*Exercise*:
Among the records below, how many lines contain "requireRole"? State the number and nothing more.

*Extracted data*:
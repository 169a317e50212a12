import { Router, type Response } from 'express';
import {
  AmendReportRequestSchema,
  IdParamsSchema,
  ReportDetailSchema,
  ReportListQuerySchema,
  ReportSummarySchema,
  RevokeReportRequestSchema,
  pageOf,
  type AmendReportRequest,
  type ReportListQuery,
  type RevokeReportRequest,
} from '@ohmprint/contracts';
import { labIdOf, validate } from '../../core';
import { dataSource } from '../../db/data-source';
import { registerRoute } from '../../openapi/registry';
import { requireRole } from '../auth/require-auth';
import { amendReport, revokeReport } from './report-revisions';
import { listReports, reportDetail, reportPdf } from './report-queries';

const tag = 'Reports';
const READERS = ['lab-admin', 'reviewer', 'analyst'] as const;
const DECIDERS = ['lab-admin', 'reviewer'] as const;

/** Sends a stored PDF exactly as issued, with its SHA-256 as a representation digest (RFC 9530). */
export function sendPdf(res: Response, file: { number: string; pdf: Buffer; sha256: string }): void {
  res
    .status(200)
    .type('application/pdf')
    .set('Content-Disposition', `attachment; filename="${file.number}.pdf"`)
    .set('Repr-Digest', `sha-256=:${Buffer.from(file.sha256, 'hex').toString('base64')}:`)
    .set('Cache-Control', 'private, no-store')
    .send(file.pdf);
}

/** The lab's reports: list, detail, download, amend and revoke, always scoped to the caller's lab. */
export function labReportsRouter(): Router {
  const router = Router();

  registerRoute({ method: 'get', path: '/lab/reports', tag, summary: "The lab's issued reports (search, sort, paging, status filter)", roles: READERS, query: ReportListQuerySchema, response: pageOf(ReportSummarySchema) });
  router.get('/', requireRole(...READERS), validate({ query: ReportListQuerySchema }), async (_req, res) => {
    res.json(await listReports(dataSource.manager, { labId: labIdOf(res.locals.auth) }, res.locals.query as ReportListQuery));
  });

  registerRoute({ method: 'get', path: '/lab/reports/:id', tag, summary: 'One report with its verification code and revision links', roles: READERS, params: IdParamsSchema, response: ReportDetailSchema });
  router.get('/:id', requireRole(...READERS), validate({ params: IdParamsSchema }), async (_req, res) => {
    res.json(await reportDetail(dataSource.manager, { labId: labIdOf(res.locals.auth) }, (res.locals.params as { id: string }).id));
  });

  registerRoute({ method: 'get', path: '/lab/reports/:id/pdf', tag, summary: 'Download the signed PDF as issued', roles: READERS, params: IdParamsSchema, responseMediaType: 'application/pdf' });
  router.get('/:id/pdf', requireRole(...READERS), validate({ params: IdParamsSchema }), async (_req, res) => {
    sendPdf(res, await reportPdf(dataSource.manager, { labId: labIdOf(res.locals.auth) }, (res.locals.params as { id: string }).id));
  });

  registerRoute({ method: 'post', path: '/lab/reports/:id/amend', tag, summary: 'Issue a corrected revision (-R1, -R2…) that supersedes this report', roles: DECIDERS, params: IdParamsSchema, body: AmendReportRequestSchema, response: ReportDetailSchema, status: 201 });
  router.post('/:id/amend', requireRole(...DECIDERS), validate({ params: IdParamsSchema, body: AmendReportRequestSchema }), async (_req, res) => {
    const auth = res.locals.auth;
    const labId = labIdOf(auth);
    const { id } = res.locals.params as { id: string };
    const amended = await dataSource.transaction((manager) => amendReport(manager, auth, labId, id, res.locals.body as AmendReportRequest));
    res.status(201).json(await reportDetail(dataSource.manager, { labId }, amended.id));
  });

  registerRoute({ method: 'post', path: '/lab/reports/:id/revoke', tag, summary: 'Revoke a report with a reason (the public page then says so)', roles: DECIDERS, params: IdParamsSchema, body: RevokeReportRequestSchema, response: ReportDetailSchema });
  router.post('/:id/revoke', requireRole(...DECIDERS), validate({ params: IdParamsSchema, body: RevokeReportRequestSchema }), async (_req, res) => {
    const auth = res.locals.auth;
    const labId = labIdOf(auth);
    const { id } = res.locals.params as { id: string };
    await dataSource.transaction((manager) => revokeReport(manager, auth, labId, id, (res.locals.body as RevokeReportRequest).reason));
    res.json(await reportDetail(dataSource.manager, { labId }, id));
  });

  return router;
}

*Written answer*:
6